__PROBLEM__
Up through the line that contains "H = diag(s_w'^2", retype the entries exactly, beginning at the very first line.
□ □ □ □ □ □ □
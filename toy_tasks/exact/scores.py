"""Pair objectives as a link of a difference of per-response scores: their population loss, gradient and
Hessian from a few (K, K) array operations instead of autograd over every pair.

Every built-in pair objective of :mod:`polopt.losses.pair` has the shape

    ell(a, b) = link(s_w(a) - s_l(b)) + t(a),

a scalar link of a winner score minus a loser score, plus a term of the winner alone, where a, b are the
winner's and loser's log-probabilities and each score (and t) reads one response's log-probability,
reference log-probability and length (e.g. SimPO: ``link(x) = -log sigma(x)``, ``s(a) = beta a / n``, the
margin gamma folded into ``s_w``; ORPO: the link scaled by its weight, ``s`` the log-odds of ``a / n``,
``t(a) = -a / n``). For win weights W (K, K) and log-probabilities l (K,), with ``X = s_w(l)[:, None] -
s_l(l)[None, :]`` and ``A1 = W link'(X)``, ``A2 = W link''(X)`` (elementwise), L's derivatives in l are

    G = s_w' (A1 1) - s_l' (A1^T 1) + t' (W 1)
    H = diag(s_w'^2 (A2 1) + s_w'' (A1 1) + s_l'^2 (A2^T 1) - s_l'' (A1^T 1) + t'' (W 1)) - M - M^T,
    M = diag(s_w') A2 diag(s_l'),

the chain rule through the pair's two arguments (``d2 ell / da db = -link'' s_w'(a) s_l'(b)``), summed over
pairs. The per-response derivatives (K values each) come from torch autograd, the link's from its formula
(the logistic link of every built-in) or autograd. Where an objective has this shape (:func:`form_of`: the
built-ins by name, or an objective's own ``score_form`` attribute), :class:`DenseTerms` is used, after a
check of its values against the objective itself on the task's pairs (:func:`verified`); any other
objective keeps autograd over its pairs (:class:`toy_tasks.exact.prompt.PairTerms`).
"""

from __future__ import annotations

from collections.abc import Callable
from dataclasses import dataclass, replace

import numpy as np
import torch
import torch.nn.functional as F

from polopt.losses import group_pairwise
from polopt.losses import pair as pair_losses
from polopt.losses.margin import MarginLoss
from polopt.losses.pair import PairScores
from polopt.losses.reduce import per_pair_losses

Tensor = torch.Tensor
F64 = torch.float64
Score = Callable[[Tensor, Tensor, Tensor], Tensor]  # (log-prob, reference log-prob, length), each (K,) -> (K,)
FORM_AGREEMENT = 1e-10  # the form's per-pair values and the objective's agree to this (relative) before it is used
PROBE_PAIRS = 2048  # the check compares them on about this many of a prompt's pairs (every pair of a small task)


@dataclass(frozen=True)
class Link:
    """A scalar function of the score difference: ``scale * fn(clamp(x, -clip, clip))``; ``fn`` is -log sigma
    (the logistic link) when None, whose derivatives are written out: ``-sigma(-x)``, ``sigma(x) sigma(-x)``."""

    fn: Callable[[Tensor], Tensor] | None = None
    scale: float = 1.0
    clip: float | None = None

    def __call__(self, x: Tensor) -> Tensor:
        if self.clip is not None:
            x = x.clamp(-self.clip, self.clip)
        if self.fn is not None:
            return self.fn(x) if self.scale == 1.0 else self.scale * self.fn(x)  # fn's output may be x itself
        return self._scaled(logistic_from_sigmoid(x, torch.sigmoid(x)))

    def derivatives(self, x: Tensor) -> tuple[Tensor, Tensor, Tensor]:
        """The link and its first and second derivatives at x, elementwise."""
        if self.fn is None and self.clip is None:
            high, low = torch.sigmoid(x), torch.sigmoid(-x)  # sigma(x) and 1 - sigma(x), each to full precision
            return self._scaled(logistic_from_sigmoid(x, high)), self._scaled(low.neg()), self._scaled(high.mul_(low))
        return elementwise_derivatives(self, x)

    def _scaled(self, values: Tensor) -> Tensor:
        """``scale * values`` in place (``values``: a tensor of this class's own making; no pass over a (K, K)
        grid where the scale is 1)."""
        return values if self.scale == 1.0 else values.mul_(self.scale)


def logistic_from_sigmoid(x: Tensor, high: Tensor) -> Tensor:
    """``-log sigma(x)`` from ``high = sigma(x)``: one log where softplus costs several times more; ``-x``
    where sigma(x) underflowed (x below about -745, where -log sigma(x) = -x to float64's precision)."""
    out = -torch.log(high)
    return torch.where(high > 0, out, -x) if float(high.detach().min()) == 0.0 else out


@dataclass(frozen=True)
class ScoreForm:
    """``ell(a, b) = link(winner_score(a) - loser_score(b)) + winner_term(a)`` (see the module docstring).
    ``smooth``: every piece is twice differentiable (no kink such as DPO-Positive's max(0, -h_w), so no kink
    search is needed where Newton is slow); False where unknown (a margin loss's link). ``affine``: both
    scores are one affine function of the log-probability up to a constant (``s_w(a) = c a + b_w``, ``s_l(a) =
    c a + b_l``, c and the b's may read the response's reference log-probability and length) and so is the
    winner term: with the logistic link the population loss is then convex in the log-probabilities
    (:func:`toy_tasks.exact.convexity.certificate`)."""

    link: Link
    winner_score: Score
    loser_score: Score
    winner_term: Score | None = None
    smooth: bool = True
    affine: bool = False

    def pair_values(self, pair: PairScores) -> Tensor:
        """ell of every pair of ``pair``, (B,)."""
        x = (self.winner_score(pair.winner, pair.ref_winner, pair.len_winner)
             - self.loser_score(pair.loser, pair.ref_loser, pair.len_loser))  # (B,)
        out = self.link(x)
        if self.winner_term is not None:
            out = out + self.winner_term(pair.winner, pair.ref_winner, pair.len_winner)
        return out


def elementwise_derivatives(fn: Callable[[Tensor], Tensor], x: Tensor) -> tuple[Tensor, Tensor, Tensor]:
    """``fn(x)``, ``fn'(x)``, ``fn''(x)`` of an elementwise fn by autograd (the gradient of sum fn is fn')."""
    x = x.detach().requires_grad_(True)
    value = fn(x)
    (d1,) = torch.autograd.grad(value.sum(), x, create_graph=True)
    d2 = torch.autograd.grad(d1.sum(), x)[0] if d1.requires_grad else torch.zeros_like(x)
    return value.detach(), d1.detach(), d2.detach()


# ------------------------------------------------------------------ the built-ins' forms


def _logratio(scale: float) -> Score:
    return lambda a, ref, n: scale * (a - ref)


def _of_logratio(fn: Callable[[Tensor], Tensor]) -> Score:
    return lambda a, ref, n: fn(a - ref)


def _exp_tail(h: Tensor) -> Tensor:
    return pair_losses._exp_tail(h)  # the objectives' own e^h with its linear tail, so values agree bit for bit


def _alpha(beta: float, alpha: float = 0.5) -> ScoreForm:
    score = _of_logratio(lambda h: -(beta / alpha) * _exp_tail(-alpha * h))
    return ScoreForm(Link(), score, score)


def _chi(beta: float, clip: float | None = None) -> ScoreForm:
    score = _of_logratio(lambda h: beta * (_exp_tail(h) + h))
    return ScoreForm(Link(clip=None if clip is None else float(clip)), score, score, smooth=clip is None)


def _simpo(beta: float, gamma: float = 0.5) -> ScoreForm:
    return ScoreForm(Link(), lambda a, ref, n: beta * (a / n) - gamma, lambda a, ref, n: beta * (a / n), affine=True)


def _rdpo(beta: float, alpha: float = 0.05) -> ScoreForm:
    score = lambda a, ref, n: beta * (a - ref) + alpha * n  # noqa: E731  alpha (n_w - n_l) split between the two
    return ScoreForm(Link(), score, score, affine=True)


def _anchored(beta: float, penalty: float = 50.0) -> ScoreForm:
    winner = _of_logratio(lambda h: beta * (h - penalty * F.relu(-h)))
    return ScoreForm(Link(), winner, _logratio(beta), smooth=False)


def _orpo(beta: float, weight: float = 0.1) -> ScoreForm:
    score = lambda a, ref, n: pair_losses._log_odds(a / n)  # noqa: E731
    return ScoreForm(Link(scale=weight), score, score, lambda a, ref, n: -a / n)


def _plus_nll(beta: float, base: str = "reference_free_logistic", weight: float = 1.0,
              per_token: bool = False) -> ScoreForm | None:
    from polopt.losses.registry import resolve

    inner = form_of(resolve(base), beta)
    if inner is None or inner.winner_term is not None:
        return None
    nll = (lambda a, ref, n: -weight * (a / n)) if per_token else (lambda a, ref, n: -weight * a)
    return replace(inner, winner_term=nll)  # an affine term: an affine base stays affine


def _flip_corrected(beta: float, flip_rate: float = 0.1) -> ScoreForm:
    return ScoreForm(Link(fn=lambda x: group_pairwise.flip_corrected_of_margin(x, flip_rate)), _logratio(beta),
                     _logratio(beta))


def _blend(beta: float, tau: float = 0.05) -> ScoreForm:
    return ScoreForm(Link(fn=lambda x: group_pairwise.blend_of_margin(x, tau)), _logratio(beta), _logratio(beta))


def _same(score: Score, affine: bool = False) -> ScoreForm:
    return ScoreForm(Link(), score, score, affine=affine)


FORMS: dict[str, Callable[..., ScoreForm | None]] = {
    "divergence_reverse_kl": lambda beta: _same(_logratio(beta), affine=True),
    "divergence_forward_kl": lambda beta: _same(_of_logratio(lambda h: -beta * _exp_tail(-h))),
    "divergence_jensen_shannon": lambda beta: _same(_of_logratio(lambda h: beta * F.logsigmoid(h))),
    "divergence_alpha": _alpha,
    "chi_squared_link": _chi,
    "length_normalised_free": _simpo,
    "length_regularised": _rdpo,
    "winner_anchored": _anchored,
    "reference_free_logistic": lambda beta: _same(lambda a, ref, n: beta * a, affine=True),
    "plus_winner_nll": _plus_nll,
    "odds_ratio_with_nll": _orpo,
    # pairwise group objectives (polopt.losses.group_pairwise) that are links of the margin beta (h_w - h_l)
    "flip_corrected_logistic": _flip_corrected,
    "logistic_exponential_blend": _blend,
}


def form_of(objective, beta: float) -> ScoreForm | None:
    """The :class:`ScoreForm` of ``objective`` at ``beta``: its own ``score_form(beta)`` where it declares one,
    a built-in's by its function (:data:`FORMS`), a margin loss f as ``f(beta h_w - beta h_l)``; else None."""
    own = getattr(objective, "score_form", None)
    if own is not None:
        return own(beta)
    if isinstance(objective, MarginLoss):
        return ScoreForm(Link(fn=objective), _logratio(beta), _logratio(beta), smooth=False)
    fn, params = getattr(objective, "fn", None), dict(getattr(objective, "params", {}) or {})
    if fn is pair_losses._margin_pair_loss:
        return ScoreForm(Link(fn=params["loss"]), _logratio(beta), _logratio(beta), smooth=False)
    build = FORMS.get(getattr(fn, "__name__", ""))
    if build is None or getattr(fn, "__module__", "") not in ("polopt.losses.pair", "polopt.losses.registry",
                                                              "polopt.losses.group_pairwise"):
        return None
    try:
        return build(beta, **params)
    except TypeError:  # a parameter the form does not know: leave the objective to autograd
        return None


def verified(objective, form: ScoreForm | None, pair: PairScores, beta: float, seed: int = 0) -> bool:
    """Whether ``form`` gives the objective's own per-pair losses (within :data:`FORM_AGREEMENT`) on ``pair``
    at the reference and at random log-probabilities around it."""
    if form is None:
        return False
    rng = np.random.default_rng(seed)
    for noise in (0.0, 1.0):
        shift = torch.as_tensor(noise * rng.standard_normal((2, len(pair.winner))), dtype=F64)
        probe = replace(pair, winner=pair.ref_winner + shift[0], loser=pair.ref_loser + shift[1])
        with torch.no_grad():
            want = per_pair_losses(objective, probe, beta=beta)
            got = form.pair_values(probe)
        if want.shape != got.shape or not bool(torch.all(torch.abs(want - got) <= FORM_AGREEMENT * (1 + want.abs()))):
            return False
    return True


# ------------------------------------------------------------------ the population loss of one prompt


class DenseTerms:
    """L of one prompt and its derivatives in the log-probabilities through a :class:`ScoreForm` (the module
    docstring's formulas), every pair at once as (K, K) arrays. Pairs of no weight drop out by their weight 0
    (their link values are finite for the logistic link; another link's are masked by ``where``)."""

    def __init__(self, form: ScoreForm, w: Tensor, log_ref: Tensor, lengths: Tensor):
        self.form, self.w, self.log_ref, self.lengths = form, w, log_ref, lengths
        self.mask = None if form.link.fn is None else w > 0  # (K, K), for a link that may overflow
        self.row_w = w.sum(1)  # (K,): the weight of each response as a winner

    def _scores(self, log_pi: Tensor, order: int):
        """Each score's value and derivatives at ``log_pi``: three lists of (K,) tensors."""
        out = []
        for score in (self.form.winner_score, self.form.loser_score, self.form.winner_term):
            if score is None:
                out.append([torch.zeros_like(log_pi)] * 3)
                continue
            fn = lambda a, s=score: s(a, self.log_ref, self.lengths)  # noqa: E731
            out.append([fn(log_pi), None, None] if order == 0 else list(elementwise_derivatives(fn, log_pi)))
        return out

    def _weighted(self, values: Tensor) -> Tensor:
        """W * values (K, K), 0 where no weight."""
        out = self.w * values
        return out if self.mask is None else torch.where(self.mask, out, 0.0)

    def _total(self, values: Tensor) -> Tensor:
        """sum W * values, a scalar (a dot product: no (K, K) temporary where no mask is needed)."""
        return torch.dot(self.w.view(-1), values.reshape(-1)) if self.mask is None else self._weighted(values).sum()

    def _gap(self, sw: Tensor, sl: Tensor) -> Tensor:
        gap = sw[:, None] - sl[None, :]  # (K, K): X
        return gap if self.mask is None else torch.where(self.mask, gap, 0.0)

    def value(self, log_pi: Tensor) -> float:
        with torch.no_grad():
            (sw, _, _), (sl, _, _), (t, _, _) = self._scores(log_pi, 0)
            return float(self._total(self.form.link(self._gap(sw, sl))) + self.row_w @ t)

    def derivatives(self, log_pi: Tensor) -> tuple[float, Tensor, Tensor]:
        """L, G (K,) and H (K, K) in the log-probabilities."""
        (sw, sw1, sw2), (sl, sl1, sl2), (t, t1, t2) = self._scores(log_pi, 2)
        f0, f1, f2 = self.form.link.derivatives(self._gap(sw, sl))  # (K, K) each
        a1, a2 = self._weighted(f1), self._weighted(f2)  # (K, K) each
        r1, c1, r2, c2 = a1.sum(1), a1.sum(0), a2.sum(1), a2.sum(0)  # (K,) each
        grad = sw1 * r1 - sl1 * c1 + t1 * self.row_w
        m = a2.mul_(sw1[:, None]).mul_(sl1[None, :])  # (K, K): -d2 ell / da db, per (winner, loser); a2 reused
        hess = (m + m.T).neg_()  # (K, K)
        hess.diagonal().add_(sw1**2 * r2 + sw2 * r1 + sl1**2 * c2 - sl2 * c1 + t2 * self.row_w)
        return float(self._total(f0) + self.row_w @ t), grad, hess

    def gradient(self, log_pi: Tensor, shift: float = 0.0) -> Tensor:
        """G (K,), with the argument each pair reads of response k shifted by ``shift`` in the terms that
        differentiate by it (the one-sided partials of :mod:`toy_tasks.exact.kinks`)."""
        (sw, sw1, _), (sl, sl1, _), (_, t1, _) = self._scores(log_pi, 1)
        slope = lambda gap: self._weighted(self.form.link.derivatives(gap)[1])  # noqa: E731  W link'
        if shift == 0.0:
            a1 = slope(self._gap(sw, sl))
            return sw1 * a1.sum(1) - sl1 * a1.sum(0) + t1 * self.row_w
        (sw_s, sw1_s, _), (sl_s, sl1_s, _), (_, t1_s, _) = self._scores(log_pi + shift, 1)
        up, down = slope(self._gap(sw_s, sl)), slope(self._gap(sw, sl_s))
        return sw1_s * up.sum(1) - sl1_s * down.sum(0) + t1_s * self.row_w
□ □ □ □ □ □ □
__TASK OUTPUT__
filename toy_tasks/exact/scores.py
"""Pair objectives as a link of a difference of per-response scores: their population loss, gradient and
Hessian from a few (K, K) array operations instead of autograd over every pair.

Every built-in pair objective of :mod:`polopt.losses.pair` has the shape

    ell(a, b) = link(s_w(a) - s_l(b)) + t(a),

a scalar link of a winner score minus a loser score, plus a term of the winner alone, where a, b are the
winner's and loser's log-probabilities and each score (and t) reads one response's log-probability,
reference log-probability and length (e.g. SimPO: ``link(x) = -log sigma(x)``, ``s(a) = beta a / n``, the
margin gamma folded into ``s_w``; ORPO: the link scaled by its weight, ``s`` the log-odds of ``a / n``,
``t(a) = -a / n``). For win weights W (K, K) and log-probabilities l (K,), with ``X = s_w(l)[:, None] -
s_l(l)[None, :]`` and ``A1 = W link'(X)``, ``A2 = W link''(X)`` (elementwise), L's derivatives in l are

    G = s_w' (A1 1) - s_l' (A1^T 1) + t' (W 1)
    H = diag(s_w'^2 (A2 1) + s_w'' (A1 1) + s_l'^2 (A2^T 1) - s_l'' (A1^T 1) + t'' (W 1)) - M - M^T,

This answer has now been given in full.